§ WORK TO COMPLETE
Give back an exact copy of the lines in the records below, from the line that has "in found], 0.0" through the line that has "(relative) of the", and nothing besides.

§ DATA
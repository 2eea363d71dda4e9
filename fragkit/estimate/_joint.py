"""Shots shared between several observables."""

from collections.abc import Sequence
from dataclasses import dataclass, replace

import numpy as np
from numpy.typing import NDArray

from fragkit.core import Fragment, Hamiltonian, InputError, as_count, as_positive
from fragkit.estimate._least_variance import FixedShots
from fragkit.estimate._measure import check_spanned
from fragkit.estimate._moments import MODEL_NOISE
from fragkit.estimate._observable import Observable
from fragkit.estimate._shares import whole_shots
from fragkit.planning import OperatorSpace, Plan
from fragkit.states import ReferenceState

Array = NDArray[np.float64]


@dataclass(frozen=True, eq=False)
class JointPlan:
    """A plan whose shots serve several observables.

    Parameters
    ----------
    plan
        The circuits with the shots to take, and the energy's coefficients.
    predicted_errors
        Standard error of each observable by name, in the reference state; the energy goes by "energy".
    converged, message
        Whether the shares settled, and a sentence that says so.
    """

    plan: Plan
    predicted_errors: dict[str, float]
    converged: bool
    message: str


def joint_plan(
    plan: Plan,
    hamiltonian: Hamiltonian,
    reference: ReferenceState,
    observables: Sequence[tuple[Observable, float]],
    *,
    total_shots: int,
    energy_weight: float = 1.0,
    minimum_shots: int = 10,
    tolerance: float = 0.02,
    iterations: int = 300,
) -> JointPlan:
    """Share shots over a plan's circuits so that the weighted sum of the squared errors is least.

    Minimises Σ_i weight_i Var_i over the shares, where each observable has its own least-variance coefficients; the
    energy is one of them. The multiplicative update w_m ← w_m √(Σ_i weight_i φ_im), φ_im = ν_iᵀ A_m C_m⁻¹ A_mᵀ ν_i,
    decreases it (Silvey, Titterington & Torsney 1978; Pukelsheim, Optimal Design of Experiments), and at the optimum
    no φ is above the weighted variance.

    Parameters
    ----------
    plan, hamiltonian
        Circuits, and the Hamiltonian they were planned for.
    reference
        State whose variances count.
    observables
        Pairs (observable, weight); a weight is in 1/unit² of its observable.
    total_shots
        Shots to share.
    energy_weight
        Weight of the energy, 1/hartree².
    minimum_shots
        Least shots of a circuit.
    tolerance
        Largest relative distance from the optimum.
    iterations
        Most updates.

    Raises
    ------
    InputError
        If an observable is outside the span of the circuits, or the budget is too small.
    """
    plan.check_belongs_to(hamiltonian)
    least = minimum_shots * len(plan)
    if as_count(total_shots, "total_shots") < least:
        raise InputError(f"`total_shots` must be at least {least} for {len(plan)} circuits (got {total_shots})")
    wanted = [(Observable.of(hamiltonian), as_positive(energy_weight, "energy_weight"))]
    wanted += [(o, as_positive(w, f"weight of {o.name!r}")) for o, w in observables]
    names = [observable.name for observable, _ in wanted]
    if len(set(names)) != len(names):
        raise InputError(f"`observables` must have different names, none of them 'energy' (got {names[1:]})")
    space = OperatorSpace(plan.orbitals)
    rotations = np.stack([fragment.rotation for fragment in plan.fragments])
    state = reference.with_noise(MODEL_NOISE)
    covariances = np.stack([state.moments(u)[1] for u in rotations])
    rows = [observable.rows(space) for observable, _ in wanted]
    weights = np.array([weight for _, weight in wanted])

    shares = 0.5 * plan.shares + 0.5 / len(plan)
    ready = FixedShots(rotations, covariances, shares, plan.electrons, shifts=plan.sector_exact)
    for (observable, _), target in zip(wanted, rows, strict=True):
        check_spanned(observable, ready.combination(target), space, plan.sector_exact)
    converged, gap = False, np.inf
    for _ in range(iterations):
        slopes = weights @ np.stack([ready.slopes(target) for target in rows])
        gap = float(np.max(slopes) / (slopes @ shares)) - 1.0
        if gap <= tolerance:
            converged = True
            break
        shares = shares * np.sqrt(slopes)
        shares = np.maximum(shares / np.sum(shares), 1e-7 / len(plan))
        shares = shares / np.sum(shares)
        ready = ready.with_shots(shares)
    shots = whole_shots(shares, total_shots, minimum_shots)
    ready = ready.with_shots(shots)
    found = [ready.combination(target) for target in rows]
    exact = np.stack([reference.moments(u)[1] for u in rotations])
    deviations = np.sqrt(
        np.maximum(
            [np.einsum("kf,kfg,kg->k", c.coefficients, exact, c.coefficients, optimize=True) for c in found], 0.0
        )
    )
    energy = found[0]
    message = f"Shared between {', '.join(names)}; within {max(gap, 0.0):.2g} (relative) of the least weighted variance"
    changed = replace(
        plan,
        fragments=tuple(Fragment.from_coefficients(u, c) for u, c in zip(rotations, energy.coefficients, strict=True)),
        constant=hamiltonian.constant + energy.constant,
        shots=shots,
        deviations=deviations[0],
        target_error=None,
        bound=None,
        diagnostics={},
        reference=reference.description,
        converged=plan.converged and converged,
        message=message + ("." if converged else ", not converged; raise `iterations`."),
        method="shares for several observables",
    )
    errors = np.sqrt(np.sum(deviations**2 / shots, axis=1))
    return JointPlan(changed, dict(zip(names, errors.tolist(), strict=True)), converged, changed.message)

§ RESULT FOR THIS EXERCISE
            [np.einsum("kf,kfg,kg->k", c.coefficients, exact, c.coefficients, optimize=True) for c in found], 0.0
        )
    )
    energy = found[0]
    message = f"Shared between {', '.join(names)}; within {max(gap, 0.0):.2g} (relative) of the least weighted variance"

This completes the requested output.